37 Citations (Scopus)

Abstract

Differences in general cognitive ability (intelligence) account for approximately half of the variation in any large battery of cognitive tests and are predictive of important life events including health. Genome-wide analyses of common single-nucleotide polymorphisms indicate that they jointly tag between a quarter and a half of the variance in intelligence. However, no single polymorphism has been reliably associated with variation in intelligence. It remains possible that these many small effects might be aggregated in networks of functionally linked genes. Here, we tested a network of 1461 genes in the postsynaptic density and associated complexes for an enriched association with intelligence. These were ascertained in 3511 individuals (the Cognitive Ageing Genetics in England and Scotland (CAGES) consortium) phenotyped for general cognitive ability, fluid cognitive ability, crystallised cognitive ability, memory and speed of processing. By analysing the results of a genome wide association study (GWAS) using Gene Set Enrichment Analysis, a significant enrichment was found for fluid cognitive ability for the proteins found in the complexes of N-methyl-D-aspartate receptor complex; P = 0.002. Replication was sought in two additional cohorts (N = 670 and 2062).

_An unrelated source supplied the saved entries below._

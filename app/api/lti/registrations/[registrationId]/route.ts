import { authorize } from '@/lib/authz';
import { idParam, json, readJson, route } from '@/lib/http';
import { deleteRegistration, updateRegistration } from '@/lib/lti/admin';
import { registrationUpdateSchema } from '@/lib/schemas/lti';

type Ctx = { params: Promise<{ registrationId: string }> };

export const PATCH = route<Ctx>(async (request, { params }) => {
  const id = idParam((await params).registrationId);
  const actor = await authorize(request, { kind: 'admin' });
  const data = await readJson(request, registrationUpdateSchema);
  await updateRegistration(id, data, actor.id);
  return json({ ok: true });
});

/** Removes the registration with its course connections and queued scores; accounts and their work stay. */
export const DELETE = route<Ctx>(async (request, { params }) => {
  const id = idParam((await params).registrationId);
  const actor = await authorize(request, { kind: 'admin' });
  await deleteRegistration(id, actor.id);
  return json({ ok: true });
});
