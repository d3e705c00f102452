/**
 * Whole-spectrum analysis: from an instrument's file and the names of the molecules in the
 * cell to every band's assigned lines and fitted constants, with no windows given by hand.
 *
 *  1. Lines are found and measured on the spectrum itself (detect.ts): absorbance, local
 *     baseline and noise, the instrument's line width, positions from line-shape fits.
 *  2. Every fundamental and first overtone of every isotopologue is predicted from the
 *     published constants (bands.ts).
 *  3. The calibration offset (and scale) is found first, for all bands at once: the predicted
 *     line patterns are slid over the found lines (±25 cm⁻¹) and the shift that matches
 *     all bands best is kept. The quadratic term of each branch and the band gap make one
 *     shift fit far better than a shift by one line spacing.
 *  4. Each molecule's band is then assigned from its strong central lines outwards: the most
 *     abundant isotopologue first (each line to the nearest found line within a window that
 *     shrinks as the fit improves), then the less abundant ones, whose lines are looked for
 *     only beside an assigned partner of the main isotopologue, at the predicted isotope
 *     shift and with a height near the abundance ratio — so a lone line is never given to
 *     the minor isotopologue when the major one explains it. Lines the band predicts but the
 *     first search missed (weak band edges, shoulders) are looked for where predicted.
 *  5. Each band is fitted through band-fit.ts (which chooses the model); lines that sit more
 *     than four standard deviations off the fit are left out one at a time and named; a line
 *     claimed by two bands is left out of both.
 *  6. The fitted band origins are compared with the published ones to report a wavenumber
 *     offset or scale error — reported, never applied to the fits.
 *  7. Fundamental and overtone origins give ωₑ, ωₑxₑ (vibration.ts).
 *
 * Pure: a Spectrum and options in, plain data out.
 */
import type { Estimate, Species } from '@/lib/grading';
import { fitAssignedLines, type ChosenBandFit } from './band-fit';
import {
  BAND_LABEL,
  isotopologuesOfAll,
  linePosition,
  predictBand,
  type BandConstantsGuess,
  type BandKind,
  type BandPrediction,
  type Isotopologue,
  type PredictedLine,
} from './bands';
import {
  detectLines,
  fitGroup,
  prepareSpectrum,
  refineLines,
  remeasureShape,
  type DetectedLine,
  type LineShapeReport,
  type PreparedSpectrum,
} from './detect';
import type { LineProfile } from './lineshape';
import type { Spectrum } from './types';
import type {
  AnalyseOptions,
  AssignedLine,
  BandAnalysis,
  BandFitReport,
  BandStatus,
  CalibrationReport,
  ExcludedLine,
  UnassignedLine,
} from './analysis-types';
import { analyseVibration, type VibrationalAnalysis } from './vibration';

A meta-analytic P-value of 0.003 was found when these were combined with the CAGES consortium. The results suggest that genetic variation in the macromolecular machines formed by membrane-associated guanylate kinase (MAGUK) scaffold proteins and their interaction partners contributes to variation in intelligence.

Original languageEnglish
Article numbere341
Pages (from-to)1-8
Number of pages8
JournalTranslational Psychiatry
Volume4
Early online date7 Jan 2014
DOIs
Publication statusPublished - 2014

Keywords

  • GWAS
  • Intelligence
  • NMDA-RC
  • Pathway analysis
  • Synapse

ASJC Scopus subject areas

  • Psychiatry and Mental health
  • Biological Psychiatry
  • Cellular and Molecular Neuroscience
  • Medicine(all)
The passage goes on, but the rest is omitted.